=== WORK INSTRUCTIONS ===
Locate every line in the material below that has the word "extend". Copy each of those lines.

=== RECORDED INFORMATION ===
::::
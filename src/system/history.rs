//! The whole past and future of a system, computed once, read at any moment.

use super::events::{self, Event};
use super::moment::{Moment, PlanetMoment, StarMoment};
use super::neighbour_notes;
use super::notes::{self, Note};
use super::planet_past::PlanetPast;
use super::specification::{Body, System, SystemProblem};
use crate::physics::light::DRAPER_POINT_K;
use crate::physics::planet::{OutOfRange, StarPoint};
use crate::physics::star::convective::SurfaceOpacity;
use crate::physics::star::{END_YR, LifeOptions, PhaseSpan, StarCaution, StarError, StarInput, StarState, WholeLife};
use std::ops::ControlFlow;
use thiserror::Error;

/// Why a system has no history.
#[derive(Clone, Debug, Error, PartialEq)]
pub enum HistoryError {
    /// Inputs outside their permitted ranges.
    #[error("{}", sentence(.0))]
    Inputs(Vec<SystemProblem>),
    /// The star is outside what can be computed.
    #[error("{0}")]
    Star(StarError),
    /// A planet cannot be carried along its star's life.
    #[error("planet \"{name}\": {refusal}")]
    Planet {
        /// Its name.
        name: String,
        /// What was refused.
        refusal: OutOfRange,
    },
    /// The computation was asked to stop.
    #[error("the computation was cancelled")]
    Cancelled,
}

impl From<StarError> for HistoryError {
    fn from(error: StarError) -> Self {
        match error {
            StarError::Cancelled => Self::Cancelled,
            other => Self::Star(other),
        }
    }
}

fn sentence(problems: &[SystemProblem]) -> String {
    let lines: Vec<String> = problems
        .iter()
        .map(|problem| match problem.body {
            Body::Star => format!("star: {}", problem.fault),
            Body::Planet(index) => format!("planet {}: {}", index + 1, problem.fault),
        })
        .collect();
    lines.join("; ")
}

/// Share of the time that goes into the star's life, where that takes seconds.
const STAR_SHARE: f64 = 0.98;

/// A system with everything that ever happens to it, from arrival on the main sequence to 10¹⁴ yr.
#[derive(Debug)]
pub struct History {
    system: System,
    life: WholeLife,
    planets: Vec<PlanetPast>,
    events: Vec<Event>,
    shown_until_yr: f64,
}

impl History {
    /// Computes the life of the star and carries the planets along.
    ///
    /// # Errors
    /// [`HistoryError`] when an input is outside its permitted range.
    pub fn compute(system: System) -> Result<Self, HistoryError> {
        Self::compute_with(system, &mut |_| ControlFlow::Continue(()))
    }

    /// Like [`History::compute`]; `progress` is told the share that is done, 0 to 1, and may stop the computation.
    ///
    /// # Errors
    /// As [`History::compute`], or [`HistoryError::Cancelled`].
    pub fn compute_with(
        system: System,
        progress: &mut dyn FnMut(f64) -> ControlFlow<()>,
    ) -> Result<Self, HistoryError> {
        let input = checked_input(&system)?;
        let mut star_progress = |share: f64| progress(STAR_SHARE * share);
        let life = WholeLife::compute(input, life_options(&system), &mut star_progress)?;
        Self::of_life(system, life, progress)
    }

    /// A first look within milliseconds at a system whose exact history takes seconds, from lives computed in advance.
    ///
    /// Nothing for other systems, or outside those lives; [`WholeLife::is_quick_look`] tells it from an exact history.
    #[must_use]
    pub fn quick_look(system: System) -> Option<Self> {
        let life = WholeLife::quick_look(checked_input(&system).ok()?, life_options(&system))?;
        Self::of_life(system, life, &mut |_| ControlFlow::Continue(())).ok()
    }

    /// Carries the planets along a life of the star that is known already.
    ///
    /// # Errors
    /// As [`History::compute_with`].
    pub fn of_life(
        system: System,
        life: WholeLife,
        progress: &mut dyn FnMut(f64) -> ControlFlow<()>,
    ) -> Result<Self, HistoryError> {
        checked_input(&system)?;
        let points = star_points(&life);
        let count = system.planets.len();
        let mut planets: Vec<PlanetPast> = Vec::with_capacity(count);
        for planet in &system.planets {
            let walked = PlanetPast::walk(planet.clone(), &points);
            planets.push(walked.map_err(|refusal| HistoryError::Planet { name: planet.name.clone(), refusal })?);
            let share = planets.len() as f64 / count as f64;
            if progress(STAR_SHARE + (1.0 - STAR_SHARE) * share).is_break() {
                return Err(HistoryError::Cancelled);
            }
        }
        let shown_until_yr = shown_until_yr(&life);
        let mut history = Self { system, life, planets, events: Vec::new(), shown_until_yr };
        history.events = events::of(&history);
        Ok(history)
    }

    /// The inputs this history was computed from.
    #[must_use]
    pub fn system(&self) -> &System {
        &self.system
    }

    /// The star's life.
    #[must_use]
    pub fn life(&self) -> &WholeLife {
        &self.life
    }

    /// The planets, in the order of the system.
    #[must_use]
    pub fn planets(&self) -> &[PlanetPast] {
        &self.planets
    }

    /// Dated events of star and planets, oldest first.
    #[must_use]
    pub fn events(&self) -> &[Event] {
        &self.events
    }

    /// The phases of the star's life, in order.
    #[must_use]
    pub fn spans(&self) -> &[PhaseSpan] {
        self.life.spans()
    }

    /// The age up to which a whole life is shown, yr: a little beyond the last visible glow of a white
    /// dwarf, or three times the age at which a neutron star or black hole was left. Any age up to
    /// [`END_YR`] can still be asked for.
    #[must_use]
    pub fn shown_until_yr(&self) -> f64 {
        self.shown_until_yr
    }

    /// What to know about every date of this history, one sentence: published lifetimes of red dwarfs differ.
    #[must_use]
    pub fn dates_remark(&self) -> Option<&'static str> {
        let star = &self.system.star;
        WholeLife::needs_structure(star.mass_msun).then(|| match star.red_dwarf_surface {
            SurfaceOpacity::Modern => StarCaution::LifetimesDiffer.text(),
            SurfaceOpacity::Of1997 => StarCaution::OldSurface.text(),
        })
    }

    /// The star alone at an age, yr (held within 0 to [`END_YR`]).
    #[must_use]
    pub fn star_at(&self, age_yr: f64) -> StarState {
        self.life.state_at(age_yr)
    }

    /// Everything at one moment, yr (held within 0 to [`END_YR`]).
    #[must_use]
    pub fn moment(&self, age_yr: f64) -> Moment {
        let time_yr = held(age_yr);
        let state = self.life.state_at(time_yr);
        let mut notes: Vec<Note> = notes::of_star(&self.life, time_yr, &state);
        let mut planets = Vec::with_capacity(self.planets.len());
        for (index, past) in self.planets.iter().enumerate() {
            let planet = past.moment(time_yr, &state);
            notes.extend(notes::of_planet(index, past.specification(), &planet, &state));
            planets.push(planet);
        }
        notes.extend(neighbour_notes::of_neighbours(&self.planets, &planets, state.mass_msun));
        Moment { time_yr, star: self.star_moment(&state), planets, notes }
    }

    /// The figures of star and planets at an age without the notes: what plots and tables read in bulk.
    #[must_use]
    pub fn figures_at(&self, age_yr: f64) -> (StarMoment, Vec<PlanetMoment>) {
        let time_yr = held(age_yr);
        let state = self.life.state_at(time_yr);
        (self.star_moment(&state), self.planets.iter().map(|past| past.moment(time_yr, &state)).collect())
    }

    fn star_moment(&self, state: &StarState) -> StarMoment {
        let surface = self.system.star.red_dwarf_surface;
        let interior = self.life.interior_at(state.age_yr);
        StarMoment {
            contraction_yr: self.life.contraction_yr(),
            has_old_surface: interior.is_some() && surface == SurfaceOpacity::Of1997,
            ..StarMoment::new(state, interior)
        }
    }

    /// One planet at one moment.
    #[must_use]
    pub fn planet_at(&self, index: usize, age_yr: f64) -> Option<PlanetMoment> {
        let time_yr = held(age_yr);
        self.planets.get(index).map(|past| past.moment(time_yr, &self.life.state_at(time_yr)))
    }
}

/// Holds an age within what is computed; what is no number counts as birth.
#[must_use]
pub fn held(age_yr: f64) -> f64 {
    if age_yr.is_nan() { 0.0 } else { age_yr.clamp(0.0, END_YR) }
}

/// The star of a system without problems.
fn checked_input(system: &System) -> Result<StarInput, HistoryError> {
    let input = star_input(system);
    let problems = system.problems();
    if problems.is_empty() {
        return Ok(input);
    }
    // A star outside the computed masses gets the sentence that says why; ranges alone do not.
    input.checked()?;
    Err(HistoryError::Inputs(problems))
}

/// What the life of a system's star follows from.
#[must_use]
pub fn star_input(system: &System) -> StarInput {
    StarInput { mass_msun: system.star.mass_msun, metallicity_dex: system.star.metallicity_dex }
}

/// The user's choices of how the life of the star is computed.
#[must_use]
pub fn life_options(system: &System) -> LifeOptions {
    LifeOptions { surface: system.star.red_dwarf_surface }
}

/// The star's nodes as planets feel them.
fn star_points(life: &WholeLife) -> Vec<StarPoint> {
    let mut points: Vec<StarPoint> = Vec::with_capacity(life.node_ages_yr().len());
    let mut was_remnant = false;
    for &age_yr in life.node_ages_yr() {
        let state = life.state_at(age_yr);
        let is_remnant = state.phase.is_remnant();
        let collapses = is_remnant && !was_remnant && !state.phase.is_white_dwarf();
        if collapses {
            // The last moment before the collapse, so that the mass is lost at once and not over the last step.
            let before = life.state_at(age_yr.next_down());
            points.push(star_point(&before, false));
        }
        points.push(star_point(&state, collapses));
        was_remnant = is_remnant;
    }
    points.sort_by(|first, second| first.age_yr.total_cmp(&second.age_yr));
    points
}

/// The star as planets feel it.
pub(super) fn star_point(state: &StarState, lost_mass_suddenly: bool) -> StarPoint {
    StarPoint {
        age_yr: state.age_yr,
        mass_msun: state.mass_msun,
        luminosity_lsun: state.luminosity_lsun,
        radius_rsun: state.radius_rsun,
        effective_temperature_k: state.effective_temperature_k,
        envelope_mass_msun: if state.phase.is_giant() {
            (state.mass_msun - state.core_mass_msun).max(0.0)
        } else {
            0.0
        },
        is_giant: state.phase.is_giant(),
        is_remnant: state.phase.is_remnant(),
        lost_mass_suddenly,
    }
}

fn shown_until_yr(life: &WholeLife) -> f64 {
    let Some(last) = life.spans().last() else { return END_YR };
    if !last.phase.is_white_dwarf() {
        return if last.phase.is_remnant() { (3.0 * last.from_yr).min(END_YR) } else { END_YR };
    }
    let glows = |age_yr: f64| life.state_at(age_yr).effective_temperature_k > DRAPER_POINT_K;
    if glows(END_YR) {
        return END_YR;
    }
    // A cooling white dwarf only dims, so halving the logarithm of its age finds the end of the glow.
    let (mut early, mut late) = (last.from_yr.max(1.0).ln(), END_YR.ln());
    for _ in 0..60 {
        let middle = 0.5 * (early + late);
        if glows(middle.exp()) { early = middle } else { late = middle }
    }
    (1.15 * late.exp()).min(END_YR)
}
::::
=== OUTPUT BELOW ===
            notes.extend(notes::of_planet(index, past.specification(), &planet, &state));
        notes.extend(neighbour_notes::of_neighbours(&self.planets, &planets, state.mass_msun));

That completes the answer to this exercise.